What you will do
What appears from the first line of the data below through the line containing "one training store.", both included, should be copied exactly, and nothing else.

....

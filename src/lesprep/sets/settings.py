"""Settings of the training stores, parsed once from the validated config.

Defaults live in the config schema only.
"""

from __future__ import annotations

from collections.abc import Mapping
from dataclasses import dataclass
from typing import Any, Literal

from lesprep.errors import ConfigError
from lesprep.store import StoreSettings
from lesprep.units import parse_quantity

Dtype = Literal["float32", "float64"]
Chunking = Literal["widest", "per-array"]


@dataclass(frozen=True, kw_only=True)
class SetSettings:
    """Settings of one training store.

    Attributes
    ----------
    z_range
        Keep samples with z in [min, max] (m), or None for all.
    time_stride
        Keep every n-th kept output time.
    shuffle, shuffle_seed
        Store samples in a seeded random order (else the natural order).
    chunk_mib
        Target chunk size along ``sample`` (MiB; the inner chunk when sharded).
    chunking
        ``per-array`` (each array's chunk sized by its own width) or ``widest`` (one
        chunk length for all arrays, set by the widest); see :mod:`lesprep.sets.chunking`.
    shard_mib
        Target size of one common shard length of all arrays together (MiB); 0: no
        sharding.
    dtype
        Stored floating-point type.
    store
        Compressor settings.
    lag_features
        Features stored also at earlier output times of the same cell (empty: none).
    lag_steps
        Those earlier times, in output times before the sample's (each at least 1).
    """

    z_range: tuple[float, float] | None
    time_stride: int
    shuffle: bool
    shuffle_seed: int
    chunk_mib: float
    chunking: Chunking
    shard_mib: float
    dtype: Dtype
    store: StoreSettings
    lag_features: tuple[str, ...]
    lag_steps: tuple[int, ...]

    def __post_init__(self) -> None:
        steps = tuple(int(k) for k in self.lag_steps)
        if any(k < 1 for k in steps) or len(set(steps)) != len(steps):
            raise ConfigError(f"sets.lags.steps is {list(steps)}; expected distinct integers >= 1")
        features = tuple(str(f) for f in self.lag_features)
        if len(set(features)) != len(features):
            raise ConfigError(f"sets.lags.features lists a feature twice: {list(features)}")
        if self.chunking not in ("widest", "per-array"):
            raise ConfigError(f"sets.chunking is {self.chunking!r}; expected widest or per-array")
        if self.shard_mib < 0:
            raise ConfigError(f"sets.shard_mib is {self.shard_mib:g}; expected >= 0 (0: none)")
        if features and not steps:
            raise ConfigError("sets.lags.features is set but sets.lags.steps is empty")
        object.__setattr__(self, "lag_features", features)
        object.__setattr__(self, "lag_steps", tuple(sorted(steps)) if features else ())
        if self.z_range is not None:
            lo, hi = (float(v) for v in self.z_range)
            if lo > hi:
                raise ConfigError(f"sets.z_range [{lo:g} m, {hi:g} m] is empty (min > max)")
            object.__setattr__(self, "z_range", (lo, hi))

    @classmethod
    def from_config(
        cls, sets: Mapping[str, Any], *, dtype: Dtype, store: StoreSettings
    ) -> SetSettings:
        """Parse the validated ``sets`` section once."""
        zr = sets["z_range"]
        z_range = None
        if zr:
            z_range = (
                parse_quantity(zr[0], "m", name="sets.z_range[0]"),
                parse_quantity(zr[1], "m", name="sets.z_range[1]"),
            )
        return cls(
            z_range=z_range,
            time_stride=int(sets["time_stride"]),
            shuffle=bool(sets["shuffle"]),
            shuffle_seed=int(sets["shuffle_seed"]),
            chunk_mib=float(sets["chunk_mib"]),
            chunking=sets["chunking"],
            shard_mib=float(sets["shard_mib"]),
            dtype=dtype,
            store=store,
            lag_features=tuple(sets["lags"]["features"]),
            lag_steps=tuple(sets["lags"]["steps"]),
        )

    def to_dict(self) -> dict[str, Any]:
        """Plain form (job params, provenance); :meth:`from_dict` inverts it."""
        return {
            "z_range_m": None if self.z_range is None else list(self.z_range),
            "time_stride": self.time_stride,
            "shuffle": self.shuffle,
            "shuffle_seed": self.shuffle_seed,
            "chunk_mib": self.chunk_mib,
            "chunking": self.chunking,
            "shard_mib": self.shard_mib,
            "dtype": self.dtype,
            "store": self.store.to_dict(),
            "lags": {"features": list(self.lag_features), "steps": list(self.lag_steps)},
        }

    @classmethod
    def from_dict(cls, d: Mapping[str, Any]) -> SetSettings:
        """Inverse of :meth:`to_dict`."""
        zr = d["z_range_m"]
        return cls(
            z_range=None if zr is None else (float(zr[0]), float(zr[1])),
            time_stride=int(d["time_stride"]),
            shuffle=bool(d["shuffle"]),
            shuffle_seed=int(d["shuffle_seed"]),
            chunk_mib=float(d["chunk_mib"]),
            chunking=d["chunking"],
            shard_mib=float(d["shard_mib"]),
            dtype=d["dtype"],
            store=StoreSettings.from_dict(d["store"]),
            lag_features=tuple(d["lags"]["features"]),
            lag_steps=tuple(d["lags"]["steps"]),
        )
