"""Stratification of a split assignment over groups of cases (the moves of rule 3).

This module holds the correction step only; the rule it implements, its guarantees and
their proofs are written in the docstring of :mod:`lesprep.sets.splits`, which calls
:func:`stratify`. It works on plain data: group ids, their ``u``, their splits after pins
and hash rule, and one *stratum* (the set of groups carrying one value of one listed
attribute) per requirement.
"""

from __future__ import annotations

from collections.abc import Mapping, Sequence
from dataclasses import dataclass

from lesprep.layout import SPLITS

REQUIRED = ("train", "test")
"""Splits every stratifiable stratum must hold."""


@dataclass(frozen=True, kw_only=True)
class Stratum:
    """The groups that carry one value of one attribute.

    Attributes
    ----------
    attribute
        Attribute name (``"regime"`` or a case-sheet attribute column).
    value
        The value; ``""`` is a value like any other (e.g. untagged regime).
    groups
        Group ids carrying the value, sorted.
    """

    attribute: str
    value: str
    groups: tuple[str, ...]

    @property
    def label(self) -> str:
        """How messages name the stratum, e.g. ``regime 'cumulus'``."""
        untagged = " (untagged)" if self.value == "" else ""
        return f"{self.attribute} {self.value!r}{untagged}"


def _counts(groups: Sequence[str], split: Mapping[str, str]) -> str:
    return ", ".join(f"{name}: {sum(split[g] == name for g in groups)}" for name in SPLITS)


def stratifiable(stratum: Stratum, pinned: Mapping[str, str]) -> bool:
    """Whether pins leave enough unpinned groups to give the stratum a train and a test group.

    Parameters
    ----------
    stratum
        The stratum.
    pinned
        Group id to pinned split, for pinned groups only.

    Returns
    -------
    bool
        ``len(groups) >= 2`` and ``n_unpinned >= [no group pinned to train] + [no group
        pinned to test]``.
    """
    if len(stratum.groups) < 2:
        return False
    pins = {pinned[g] for g in stratum.groups if g in pinned}
    free = sum(g not in pinned for g in stratum.groups)
    return free >= sum(name not in pins for name in REQUIRED)


def _blocker(
    group: str,
    current: str,
    split: Mapping[str, str],
    protected: Sequence[tuple[Stratum, str]],
) -> Stratum | None:
    """A protected stratum that would lose its only ``current`` group if ``group`` moved."""
    for stratum, name in protected:
        if name != current or group not in stratum.groups:
            continue
        if sum(split[g] == name for g in stratum.groups) == 1:
            return stratum
    return None


def stratify(
    strata: Sequence[Stratum],
    u: Mapping[str, float],
    base: Mapping[str, str],
    pinned: Mapping[str, str],
) -> tuple[dict[str, str], list[str]]:
    """Move whole groups so that every stratifiable stratum holds a train and a test group.

    Parameters
    ----------
    strata
        In processing order (listed attributes in order, values sorted within each).
    u
        Each group's stable uniform number.
    base
        Each group's split after pins and hash rule.
    pinned
        Group id to pinned split, for pinned groups only (they never move).

    Returns
    -------
    splits : dict
        Group id to final split.
    messages : list of str
        One line per stratum that is not stratifiable or could not be completed, in
        processing order.
    """
    split = dict(base)
    protected: list[tuple[Stratum, str]] = []
    messages: list[str] = []
    for stratum in strata:
        groups = stratum.groups
        if len(groups) < 2:
            (only,) = groups
            how = (
                "pinned"
                if only in pinned
                else "hash"
                if split[only] == base[only]
                else "stratified"
            )
            messages.append(
                f"{stratum.label} has only 1 group ({only!r}, {split[only]} by {how}); it "
                "needs at least 2 groups to hold both a train and a test group"
            )
            continue
        if not stratifiable(stratum, pinned):
            pins = {pinned[g] for g in groups if g in pinned}
            missing = [name for name in REQUIRED if name not in pins]
            free = sum(g not in pinned for g in groups)
            messages.append(
                f"{stratum.label} has {len(groups)} groups but cannot hold both a train and "
                f"a test group: {free} unpinned, none pinned to {' or '.join(missing)}; left "
                f"as it is ({_counts(groups, split)}) -- pin a group of this "
                f"{stratum.attribute} to the missing split or add groups"
            )
            continue
        own = [(stratum, name) for name in REQUIRED if any(split[g] == name for g in groups)]
        free = sorted((g for g in groups if g not in pinned), key=lambda g: (u[g], g))
        for need, order in (("train", free), ("test", free[::-1])):
            if any(split[g] == need for g in groups):
                continue
            blocked: list[str] = []
            for group in order:
                blocker = _blocker(group, split[group], split, [*protected, *own])
                if blocker is None:
                    split[group] = need
                    own.append((stratum, need))
                    break
                blocked.append(f"{group!r} (the only {split[group]} group of {blocker.label})")
            else:
                messages.append(
                    f"{stratum.label} has no {need} group and no unpinned group of it can "
                    f"move there without emptying another requirement: {', '.join(blocked)}; "
                    f"left with {_counts(groups, split)} -- pin a group of this "
                    f"{stratum.attribute} to {need}"
                )
        protected.extend(own)
    return split, messages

....

Expected answer
filename src/lesprep/sets/settings.py
"""Settings of the training stores, parsed once from the validated config.

Defaults live in the config schema only.
"""

from __future__ import annotations

from collections.abc import Mapping
from dataclasses import dataclass
from typing import Any, Literal

from lesprep.errors import ConfigError
from lesprep.store import StoreSettings
from lesprep.units import parse_quantity

Dtype = Literal["float32", "float64"]
Chunking = Literal["widest", "per-array"]


@dataclass(frozen=True, kw_only=True)
class SetSettings:
    """Settings of one training store.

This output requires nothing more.